RECORDS PROVIDED |

/// Read delimited text from bytes. `name` is used in problems.
///
/// # Errors
/// Problems for bytes that are not UTF-8 (with the byte offset), an empty file, and rows
/// whose field count differs from the header (all such rows reported).
pub fn read_text(name: &str, bytes: &[u8]) -> Result<RawTable, Vec<Problem>> {
    let problem = |kind, row, expected: String| Problem {
        file: name.to_string(),
        row,
        column: None,
        value: None,
        kind,
        expected,
    };
    let text = as_text(bytes)
        .map_err(|(row, expected)| vec![problem(ProblemKind::NotUtf8, row, expected)])?;
    let first_line = text.lines().find(|l| !l.trim().is_empty()).unwrap_or("");
    let delimiter = detect_delimiter(first_line);
    let mut reader = csv::ReaderBuilder::new()
        .delimiter(delimiter as u8)
        .has_headers(false)
        .flexible(true)
        .from_reader(text.as_bytes());
    // Line numbers from byte offsets (the reader's own line count is off with CRLF ends).
    let newlines: Vec<usize> = text
        .bytes()
        .enumerate()
        .filter(|(_, b)| *b == b'\n')
        .map(|(i, _)| i)
        .collect();
    let mut header: Option<Vec<String>> = None;
    let mut rows = RawRows::default();
    let mut problems = Vec::new();
    let mut record = csv::StringRecord::new();
    loop {
        match reader.read_record(&mut record) {
            Ok(false) => break,
            Ok(true) => {}
            Err(e) => {
                let row = e
                    .position()
                    .map(|p| line_of(text.as_bytes(), &newlines, p.byte() as usize));
                problems.push(problem(
                    ProblemKind::Unreadable,
                    row,
                    format!("a well-formed delimited row ({e})"),
                ));
                continue;
            }
        }
        let row = record
            .position()
            .map(|p| line_of(text.as_bytes(), &newlines, p.byte() as usize))
            .unwrap_or(0);
        if record.iter().all(|c| c.trim().is_empty()) {
            continue;
        }
        match &header {
            None => {
                let cells: Vec<String> = record.iter().map(str::to_string).collect();
                rows = RawRows::new(cells.len());
                header = Some(cells);
            }
            Some(h) => {
                if record.len() != h.len() {
                    let hint = if delimiter == ',' && record.len() > h.len() {
                        " (a decimal comma in a comma-separated file splits a number in two: use decimal points, or a semicolon as delimiter)"
                    } else {
                        ""
                    };
                    problems.push(problem(
                        ProblemKind::FieldCount,
                        Some(row),
                        format!(
                            "{} fields as in the header, found {}{hint}",
                            h.len(),
                            record.len()
                        ),
                    ));
                    continue;
                }
                if let Err(expected) = rows.push(row, record.iter()) {
                    return Err(vec![problem(
                        ProblemKind::LimitExceeded,
                        Some(row),
                        expected,
                    )]);
                }
            }
        }
    }
    let Some(header) = header else {
        return Err(vec![problem(
            ProblemKind::Empty,
            None,
            "a header row naming the columns (id, then traits); the file is empty".into(),
        )]);
    };
    if !problems.is_empty() {
        return Err(problems);
    }
    Ok(RawTable {
        header,
        rows,
        format: TableFormat::Text,
        delimiter: Some(delimiter),
        decimal_comma: delimiter != ',',
    })
}

/// 1-based line number of a byte offset, given the offsets of every newline.
/// A record's reported start may sit on the line end before it (CRLF files), so the
/// offset is first moved past any line-end bytes.
fn line_of(text: &[u8], newlines: &[usize], mut byte: usize) -> usize {
    while byte < text.len() && matches!(text[byte], b'\r' | b'\n') {
        byte += 1;
    }
    newlines.partition_point(|&n| n < byte) + 1
}

/// Whether a path names a workbook by its extension.
pub fn is_workbook(path: &Path) -> bool {
    matches!(
        path.extension()
            .and_then(|e| e.to_str())
            .map(|e| e.to_ascii_lowercase())
            .as_deref(),
        Some("xlsx" | "xlsm" | "xlsb" | "xls" | "ods")
    )
}

/// Read the first sheet (or the named one) of a workbook held in memory. `path` names the
/// file (its extension says which format) in problems.
///
/// Bounded before anything is allocated from the file's own claims: the compressed parts may
/// unpack to at most [`MAX_UNPACKED_BYTES`](crate::limits::MAX_UNPACKED_BYTES); .xlsx/.xlsm/.xlsb
/// sheets are read cell by cell (a stray cell at the sheet's far corner costs one cell, not the
/// grid up to it); an .ods sheet's extent (repeated rows × repeated columns) is computed from its
/// XML before it is expanded. At most [`MAX_SHEET_CELLS`](crate::limits::MAX_SHEET_CELLS) cells
/// are held.
///
/// # Errors
/// A problem when the workbook cannot be opened, the sheet does not exist, or a limit is passed.
pub fn read_workbook(
    path: &Path,
    bytes: &[u8],
    sheet: Option<&str>,
) -> Result<RawTable, Vec<Problem>> {
    use calamine::{Ods, Reader, Xls, Xlsb, Xlsx};
    use std::io::Cursor;
    let name = path.display().to_string();
    let fail = |kind: ProblemKind, expected: String| {
        vec![Problem {
            file: name.clone(),
            row: None,
            column: None,
            value: None,
            kind,
            expected,
        }]
    };
    let bad = |expected: String| fail(ProblemKind::BadWorkbook, expected);
    let ext = path
        .extension()
        .and_then(|e| e.to_str())
        .map(|e| e.to_ascii_lowercase())
        .unwrap_or_default();
    if ext != "xls" {
        check_unpacked_size(bytes, crate::limits::MAX_UNPACKED_BYTES)
            .map_err(|e| fail(ProblemKind::LimitExceeded, e))?;
    }
    if ext == "ods" {
        check_ods_extent(bytes, crate::limits::MAX_SHEET_CELLS)
            .map_err(|e| fail(ProblemKind::LimitExceeded, e))?;
    }
    let choose = |names: Vec<String>| -> Result<String, Vec<Problem>> {
        match sheet {
            Some(s) => names
                .iter()
                .find(|n| n.as_str() == s || n.trim().eq_ignore_ascii_case(s.trim()))
                .cloned()
                .ok_or_else(|| {
                    bad(format!(
                        "a sheet named `{s}`; the workbook has: {}",
                        names.join(", ")
                    ))
                }),
            None => names
                .first()
                .cloned()
                .ok_or_else(|| bad("a workbook with at least one sheet".into())),
        }
    };
    let open_failed = |e: String| bad(format!("a readable workbook ({e})"));
    let sheet_failed = |chosen: &str, e: String| bad(format!("a readable sheet `{chosen}` ({e})"));
    let mut grid = SparseSheet::default();
    let chosen;
    match ext.as_str() {
        // The two cell readers share no trait, so one macro reads either, cell by cell.
        "xlsx" | "xlsm" | "xlsb" => {
            macro_rules! read_cells {
                ($book:ty) => {{
                    let mut wb =
                        <$book>::new(Cursor::new(bytes)).map_err(|e| open_failed(e.to_string()))?;
                    chosen = choose(wb.sheet_names())?;
                    let mut cells = wb
                        .worksheet_cells_reader(&chosen)
                        .map_err(|e| sheet_failed(&chosen, e.to_string()))?;
                    while let Some(c) = cells
                        .next_cell()
                        .map_err(|e| sheet_failed(&chosen, e.to_string()))?
                    {
                        let (r, col) = c.get_position();
                        grid.push(r, col, cell_text(&c.get_value().clone().into()))
                            .map_err(|e| fail(ProblemKind::LimitExceeded, e))?;
                    }
                }};
            }
            if ext == "xlsb" {
                read_cells!(Xlsb<Cursor<&[u8]>>)
            } else {
                read_cells!(Xlsx<Cursor<&[u8]>>)
            }
        }
        _ => {
            // .ods (extent checked above) and .xls (a legacy format capped at 65 536 rows ×
            // 256 columns by the format itself) are read as whole ranges.
            let range = if ext == "ods" {
                let mut wb =
                    Ods::new(Cursor::new(bytes)).map_err(|e| open_failed(e.to_string()))?;
                chosen = choose(wb.sheet_names())?;
                wb.worksheet_range(&chosen)
                    .map_err(|e| sheet_failed(&chosen, e.to_string()))?
            } else {
                let mut wb =
                    Xls::new(Cursor::new(bytes)).map_err(|e| open_failed(e.to_string()))?;
                chosen = choose(wb.sheet_names())?;
                wb.worksheet_range(&chosen)
                    .map_err(|e| sheet_failed(&chosen, e.to_string()))?
            };
            let (r0, c0) = range.start().unwrap_or((0, 0));
            for (i, r) in range.rows().enumerate() {
                for (j, d) in r.iter().enumerate() {
                    let text = cell_text(d);
                    if !text.is_empty() {
                        grid.push(r0 + i as u32, c0 + j as u32, text)
                            .map_err(|e| fail(ProblemKind::LimitExceeded, e))?;
                    }
                }
            }
        }
    }
    grid.into_table(&name, &chosen)
}

/// Text of one workbook cell as a spreadsheet shows it (whole numbers without ".0").
fn cell_text(d: &calamine::Data) -> String {
    use calamine::Data;
    match d {
        Data::Empty => String::new(),
        Data::String(s) => s.clone(),
        Data::Int(i) => i.to_string(),
        Data::Float(f) => {
            if f.fract() == 0.0 && f.abs() < 1e15 {
                format!("{}", *f as i64)
            } else {
                format!("{f}")
            }
        }
        Data::Bool(b) => b.to_string(),
        Data::DateTime(dt) => dt.to_string(),
        Data::DateTimeIso(s) | Data::DurationIso(s) => s.clone(),
        Data::Error(e) => format!("#{e:?}"),
    }
}

/// The non-empty cells of a sheet, by row, held sparsely.
#[derive(Default)]
struct SparseSheet {
    /// (0-based row, 0-based column, text), in the order read.
    cells: Vec<(u32, u32, String)>,
}

impl SparseSheet {
    fn push(&mut self, row: u32, col: u32, text: String) -> Result<(), String> {
        if text.trim().is_empty() {
            return Ok(());
        }
        if self.cells.len() as u64 >= crate::limits::MAX_SHEET_CELLS {
            return Err(format!(
                "a sheet of at most {} filled cells; this one has more: split it by site, phase or zone",
                crate::limits::MAX_SHEET_CELLS
            ));
        }
        self.cells.push((row, col, text));
        Ok(())
    }

    /// Rows as spreadsheet rows (1-based), each as wide as the header; rows whose cells are all
    /// blank are dropped, and a value right of the last named column is a problem.
    fn into_table(mut self, name: &str, chosen: &str) -> Result<RawTable, Vec<Problem>> {
        self.cells.sort_by_key(|&(r, c, _)| (r, c));
        let mut rows_of_cells: Vec<(u32, Vec<(u32, String)>)> = Vec::new();
        for (r, c, t) in self.cells {
            match rows_of_cells.last_mut() {
                Some((last, v)) if *last == r => v.push((c, t)),
                _ => rows_of_cells.push((r, vec![(c, t)])),
            }
        }
        let mut it = rows_of_cells.into_iter();
        let Some((_, head)) = it.next() else {
            return Err(vec![Problem {
                file: name.to_string(),
                row: None,
                column: None,
                value: None,
                kind: ProblemKind::BadWorkbook,
                expected: format!("a header row on sheet `{chosen}`; the sheet is empty"),
            }]);
        };
        let width = head.last().map(|&(c, _)| c as usize + 1).unwrap_or(0);
        let mut header = vec![String::new(); width];
        for (c, t) in head {
            header[c as usize] = t;
        }
        let n_rows = it.len() as u64;
        if n_rows.saturating_mul(width as u64) > crate::limits::MAX_SHEET_CELLS {
            return Err(vec![Problem {
                file: name.to_string(),
                row: None,
                column: None,
                value: Some(format!("{n_rows} rows × {width} columns")),
                kind: ProblemKind::LimitExceeded,
                expected: format!(
                    "a sheet of at most {} cells (rows × named columns): split it by site, phase or zone",
                    crate::limits::MAX_SHEET_CELLS
                ),
            }]);
        }
        let mut rows = RawRows::new(width);
        for (r, cells) in it {
            let row = r as usize + 1;
            if cells.iter().any(|&(c, _)| c as usize >= width) {
                return Err(vec![Problem {
                    file: name.to_string(),
                    row: Some(row),
                    column: None,
                    value: None,
                    kind: ProblemKind::FieldCount,
                    expected: format!("no values right of the last named column ({width} columns)"),
                }]);
            }
            let mut v = vec![String::new(); width];
            for (c, t) in cells {
                v[c as usize] = t;
            }
            rows.push(row, v.iter().map(String::as_str))
                .map_err(|expected| {
                    vec![Problem {
                        file: name.to_string(),
                        row: Some(row),
                        column: None,
                        value: None,
                        kind: ProblemKind::LimitExceeded,
                        expected,
                    }]
                })?;
        }
        Ok(RawTable {
            header,
            rows,
            format: TableFormat::Workbook,
            delimiter: None,
            decimal_comma: false,
        })
    }
}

EXERCISE GOAL |
The listing above holds a line with "use calamine::Data;" and a line with "if f.fract() == 0.0". Print the stretch from the first through the second, exactly and alone.

ANSWER TO THIS PROBLEM |
    use calamine::Data;
    match d {
        Data::Empty => String::new(),
        Data::String(s) => s.clone(),
        Data::Int(i) => i.to_string(),
        Data::Float(f) => {
            if f.fract() == 0.0 && f.abs() < 1e15 {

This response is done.